Some more advanced systems, like Rohloff’s Speedhub, go a step further and essentially eliminate the drift issue by doing all the indexing internally and using a cable loop for a push-pull arrangement to actuate things. Cable slippage is a non-issue for these, cable stretch just makes the sifter a bit sloppier, and the internal indexing mechanism will generally last longer than the rest of the hub.
Wireless shifting also sidesteps these issues by moving the indexing to the derailleur or hub and then eliminating the mechanical aspect of transmitting ‘commands’ from the shifter to the drivetrain (and thus removing cable slippage and stretch as issues completely).
But hydraulics really aren’t like that for a couple of reasons:
- They rely on the incompressible nature of the hydraulic fluid, but it’s impossible to make one that truly never leaks and can reliably transmit motion from one end to consistent motion at the other. And if it leaks, air will get into the system, and air is not incompressible, so it will significantly impact how the motion is transmitted. A (small) bit of air in the lines is not an issue for brakes because you can always just apply more pressure, but it is a major issue for something that needs precise positioning control. In purely mechanical terms, you can think of it like having a small spring replacing a section of the bowden cable. A bit of creative thinking should reveal all the issues that would cause trying to shift. Even outside of cycling, it’s very unusual to see hydraulics used in cases that really do need exceedingly precise motion control (the closest you get is hydraulic steering on some off-road vehicles and boats, but that also falls into the ‘just apply more force’ case when air gets in).

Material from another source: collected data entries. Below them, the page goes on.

using System.CommandLine;
using System.Globalization;
using System.Text.Json;
using NightSim.Cli.Plotting;
using NightSim.Reporting;
using NightSim.Runs;
using NightSim.Studies;
using Spectre.Console;

namespace NightSim.Cli.Commands;

/// <summary>`nightsim tune NETLIST --vary PART.PARAM=SERIES[:MIN..MAX] [...] [--scenario FILE] [--nights worst|year|DATES]
/// [--corners] [--confirm N] [--workers N] [--shard i/n] [--out DIR] [--format text|json]`: finds part values that meet
/// the scenario's targets across tolerance corners and nights.</summary>
internal static class TuneCommand
{
    public const string DefaultOut = "nightsim-tune";

    public static Command Create()
    {
        var command = new Command("tune",
            "Find values of the parts you may change that meet the scenario's targets on the chosen nights (and, with --corners, " +
            "with every part at its tolerance corners). The closed forms (on-time ln 3·R·C with leakage, switching level, the " +
            "trigger pin's RC against a pulse) judge every combination first; the best are confirmed by night runs. Writes " +
            "tune.json (every candidate), tune.html with the margin plot, and the winning netlist as <name>-tuned.json.");
        StudyCommon.Options o = StudyCommon.Add(command, DefaultOut);
        var vary = new Option<string[]>("--vary")
        {
            Description = "PART.PARAM=SERIES[:MIN..MAX]: an IEC 60063 series (E6, E12, E24; without a range a decade either side of the present value), " +
                "a list (10n,22n,47n) or a range with a count (trimmer positions: 0.05..0.95/19). Repeat for each part.",
            HelpName = "PART.PARAM=VALUES",
            Required = true,
        };
        var nights = new Option<string>("--nights") { Description = "worst (longest and shortest nights plus the scenario's own), year (the 21st of each month) or dates (2026-06-21,2026-12-21).", DefaultValueFactory = _ => "worst", HelpName = "worst|year|DATES" };
        var corners = new Option<bool>("--corners") { Description = "Check every candidate with its parts at the tolerance corners that push each predicted quantity low and high, besides nominal." };
        var confirm = new Option<int>("--confirm") { Description = "How many of the best predicted combinations to confirm by simulation (default 4).", DefaultValueFactory = _ => 4, HelpName = "N" };
        command.Options.Add(vary);
        command.Options.Add(nights);
        command.Options.Add(corners);
        command.Options.Add(confirm);
        command.SetAction(pr => CliErrors.Run(pr, (output, error) =>
        {
            try
            {
                if (pr.GetValue(o.Workers) is int w && w < 1) throw new UsageException("--workers: give at least 1");
                int n = pr.GetValue(confirm);
                if (n is < 1 or > 1000) throw new UsageException("--confirm: give 1 to 1000");
                ShardSpec shard = StudyCommon.ParseShard(pr.GetValue(o.Shard));
                NightRunRequest request = StudyCommon.Load(pr.GetValue(o.Netlist)!.ToString(), StudyCommon.ScenarioPath(pr, o), error);
                TuneStudy study = Build(request, pr.GetValue(vary)!, pr.GetValue(nights)!, pr.GetValue(corners), n);
                string format = pr.GetValue(o.Format)!;
                TextWriter plan = format == "json" ? error : output;
                if (study.Method == TuneMethod.FullGrid)
                    plan.WriteLine($"full grid: no closed form bears on {string.Join(", ", study.Unnarrowed.DefaultIfEmpty("the targets"))}; simulating all {study.GridSize} combinations × {study.Nights.Count} nights × {study.Corners.Count} corners = {study.Total} night runs");
                else
                    plan.WriteLine($"closed forms judged {study.GridSize} combinations at {study.Corners.Count} corner(s); confirming the best {study.Confirmed.Count} × {study.Nights.Count} nights × {study.Corners.Count} corners = {study.Total} night runs");
                string dir = StudyCommon.OutDir(pr.GetValue(o.Out), DefaultOut);
                StudyHeader header = study.Header(StudyCommon.Tool);
                (List<TuneRun> done, bool complete) = StudyCommon.RunItems("tune runs", shard.Indices(study.Total), study.Run, pr.GetValue(o.Workers), !pr.GetValue(o.NoProgress), error);
                done = StudyCommon.Normalise(done, TuneRun.Read);
                if (!shard.IsWhole) return StudyCommon.WriteShard(shard, dir, header, done, complete, study.Total, "runs", output, error);
                return Finish(header, study, done, complete, dir, format, output, error);
            }
            catch (UsageException u)
            {
                error.WriteLine(u.Message);
                return CliErrors.Usage;
            }
        }));
        return command;
    }

    /// <summary>The study for the given options; a mistake in them is a usage error.</summary>
    public static TuneStudy Build(NightRunRequest request, IEnumerable<string> specs, string nights, bool corners, int confirm)
    {
        var axes = new List<SweepAxis>();
        foreach (string spec in specs)
        {
            SweepAxis axis = TuneStudy.Axis(request.Netlist, spec, out string? err) ?? throw new UsageException(err!);
            if (axes.Any(a => a.Key == axis.Key)) throw new UsageException($"--vary: {axis.Key} is given twice");
            axes.Add(axis);
        }
        if (axes.Count == 0) throw new UsageException("--vary: give at least one PART.PARAM=SERIES");
        try
        {
            return new TuneStudy(request, axes, nights, corners, confirm);
        }
        catch (ArgumentException e)
        {
            throw new UsageException(e.Message);
        }
    }

    /// <summary>Joins the shards of a tune (called by merge): the study is rebuilt from the header's inputs and settings.</summary>
    public static int Merge(StudyHeader header, List<JsonElement> items, string dir, string format, TextWriter output, TextWriter error)
    {
        NightRunRequest request = StudyCommon.Load(header.Netlist, header.Scenario, error);
        var specs = header.Settings.Where(k => k.Key.StartsWith("vary", StringComparison.Ordinal)).Select(k => k.Value);
        TuneStudy study = Build(request, specs, header.Setting("nights") ?? "worst", header.Setting("corners") == "worst-case",
            int.Parse(header.Setting("confirm") ?? "4", CultureInfo.InvariantCulture));
        StudyHeader again = study.Header(header.Tool);
        if (again.Identity() != header.Identity())
            throw new StudyFileException([$"{header.Netlist}: error: the netlist or scenario changed since the shards were run (the tune plans different runs now). hint: run the shards again"]);
        return Finish(header, study, items.Select(TuneRun.Read).ToList(), true, dir, format, output, error);
    }

    /// <summary>Writes tune.json, tune.html, the plots and the winning netlist, and prints the result.</summary>
    public static int Finish(StudyHeader header, TuneStudy study, List<TuneRun> runs, bool complete, string dir, string format,
        TextWriter output, TextWriter error)
    {
        var report = new TuneReport(header, study, runs, complete, NightSim.Supply.MainsExposure.Cautions(study.Netlist));
        var written = new List<string>();
        string? warning = null;
        var figures = new List<HtmlFigure>();
        Figures(report, dir, figures, written, ref warning);

        string? winner = null;
        if (report.Best is TuneResult best && best.Pass)
        {
            string name = Path.GetFileNameWithoutExtension(header.Netlist) + "-tuned.json";
            string target = Path.Combine(dir, name);
            if (Path.GetFullPath(target) == Path.GetFullPath(header.Netlist)) target = Path.Combine(dir, Path.GetFileNameWithoutExtension(header.Netlist) + "-tuned-1.json");
            winner = DrawnRunWriter.Write(header.Netlist, header.Scenario, target, best.Values, null, null);
            written.Add(winner);
        }
        string json = Path.Combine(dir, "tune.json"), html = Path.Combine(dir, "tune.html");
        AtomicFile.Write(json, st => st.Write(report.Json()));
        AtomicFile.WriteText(html, report.Html(figures, winner));
        written.AddRange([json, html]);

        if (format == "json") output.Write(System.Text.Encoding.UTF8.GetString(report.Json()));
        else
        {
            IAnsiConsole console = Rendering.Terminal.For(output);
            Rendering.TerminalReport.ConfigureWidth(console);
            if (report.Cautions.Count > 0) console.MarkupLine("[yellow]CAUTION: mains voltage.[/] " + Markup.Escape(string.Join(" ", report.Cautions)));
            console.MarkupLine(Markup.Escape($"tune of {header.Netlist} against {header.Scenario}"));
            foreach (string line in report.Lines()) console.MarkupLine("  " + Markup.Escape(line));
            var table = new Table { Border = TableBorder.Rounded, Title = new TableTitle("Best combinations (least margin per target, and the night and corner that bound it)") };
            foreach (string h in report.Heads) table.AddColumn(Markup.Escape(h));
            foreach (IReadOnlyList<string> row in report.Rows(5))
            {
                bool bad = row[0].StartsWith('!');
                table.AddRow(row.Select((c, i) => i == 0 && bad ? "[red]" + Markup.Escape(c[1..]) + "[/]" : Markup.Escape(c)).ToArray());
            }
            console.Write(table);
            foreach (string line in report.Verdict()) console.MarkupLine((report.Met ? "[green]" : "[red]") + Markup.Escape(line) + "[/]");
            if (winner is not null)
                console.MarkupLine(Markup.Escape($"winning netlist: {winner}; re-check with: nightsim simulate {winner}  and  nightsim spread {winner} --corners"));
            console.MarkupLine($"[grey]wrote {written.Count} files to {Markup.Escape(dir)}: tune.html, tune.json, plots{(winner is null ? "" : ", " + Markup.Escape(Path.GetFileName(winner)))}[/]");
        }
        if (warning is not null) error.WriteLine("warning: " + warning);
        if (!complete)
        {
            error.WriteLine($"stopped by Ctrl+C: {runs.Count} of {header.Total} runs finished; the files in {dir} cover those runs only");
            return StudyCommon.Interrupted;
        }
        return CliErrors.Success;
    }

    /// <summary>The margin plots: predicted least margin of every combination (a line over one parameter, a map over two)
    /// and the simulated least margin of the confirmed ones.</summary>
    private static void Figures(TuneReport report, string dir, List<HtmlFigure> figures, List<string> written, ref string? warning)
    {
        TuneStudy s = report.Study;
        SweepAxis a = s.Axes[0];
        var simulated = report.Results.ToDictionary(r => r.Candidate);
        if (s.Method == TuneMethod.ClosedForms && s.Axes.Count == 1)
        {
            var pts = s.Candidates.Select(c => (c.Values[0].Value, (double?)(c.PredictedMargin * 100), c.PredictedMargin >= 0)).ToList();
            figures.Add(StudyCommon.Plot(StudyPlots.Line($"Predicted least margin against {a.Key}",
                "closed forms at every corner; crosses: predicted to miss a target", a.Key, a.Unit, a.LogScale, "least margin (% of the target)", pts, [("target met above 0", 0)]),
                dir, "tune-predicted", $"Closed-form least margin of every value of {a.Key}", written, ref warning));
        }
        else if (s.Method == TuneMethod.ClosedForms && s.Axes.Count == 2)
        {
            SweepAxis b = s.Axes[1];
            var byCell = s.Candidates.ToDictionary(c => (Array.IndexOf([.. a.Values], c.Values[0].Value), Array.IndexOf([.. b.Values], c.Values[1].Value)));
            figures.Add(StudyCommon.Plot(StudyPlots.HeatMap($"Predicted least margin over {a.Key} × {b.Key}",
                "closed forms at every corner; green: predicted to meet every target; cells: predicted / simulated margin",
                a.Key, [.. a.Values.Select(a.Label)], b.Key, [.. b.Values.Select(b.Label)],
                (i, j) => byCell.TryGetValue((i, j), out TuneCandidate? c)
                    ? (c.PredictedMargin >= 0, TuneReport.Percent(c.PredictedMargin ?? double.NaN) + (simulated.TryGetValue(c.Index, out TuneResult? r) ? "\nsim " + TuneReport.Percent(r.WorstMargin) : ""))
                    : (false, "")),
                dir, "tune-predicted", $"Closed-form least margin over {a.Key} × {b.Key}", written, ref warning));
        }
        if (report.Results.Count > 0)
        {
            var pts = report.Results.OrderBy(r => r.Values[0].Value).Select(r => (r.Values[0].Value, double.IsFinite(r.WorstMargin) ? r.WorstMargin * 100 : (double?)null, r.Pass)).ToList();
            figures.Add(StudyCommon.Plot(StudyPlots.Line($"Simulated least margin of the confirmed combinations",
                $"every night and corner; {(report.Met ? "best: " + report.Values(report.Best!.Values) : "none meets every target")}", a.Key, a.Unit, a.LogScale,
                "least margin (% of the target)", pts, [("target met above 0", 0)]),
                dir, "tune-simulated", "Simulated least margin of each confirmed combination (the other varied values are in the table)", written, ref warning));
        }
    }
}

- Unlike mechanical systems, proper maintenance of hydraulic lines for a bike requires a workstand, specialized tools that aren’t much use for anything else, additional materials (you need extra hydraulic fluid to properly bleed a system), significantly more time (by at least an order of magnitude, and additional skills beyond basic mechanical knowledge. This is not something most people are ever going to consider doing themselves.
- Because such high precision is required, maintenance would have to happen all the time. This is compared to brakes, where bleeding the lines is often only needed after more than 1000 km of usage because, as mentioned above, you can always just apply more force to your brakes. For a shifting system it would probably be 100-200 km of usage, far too frequently for most people to want to deal with it.
Part of the issue could possibly be mitigated with a two-line system in a push-pull arrangement, but that would involve twice as much work for maintenance, would still need regular maintenance rather frequently for consistent behavior, and probably would not behave like most people expect their shifter to behave.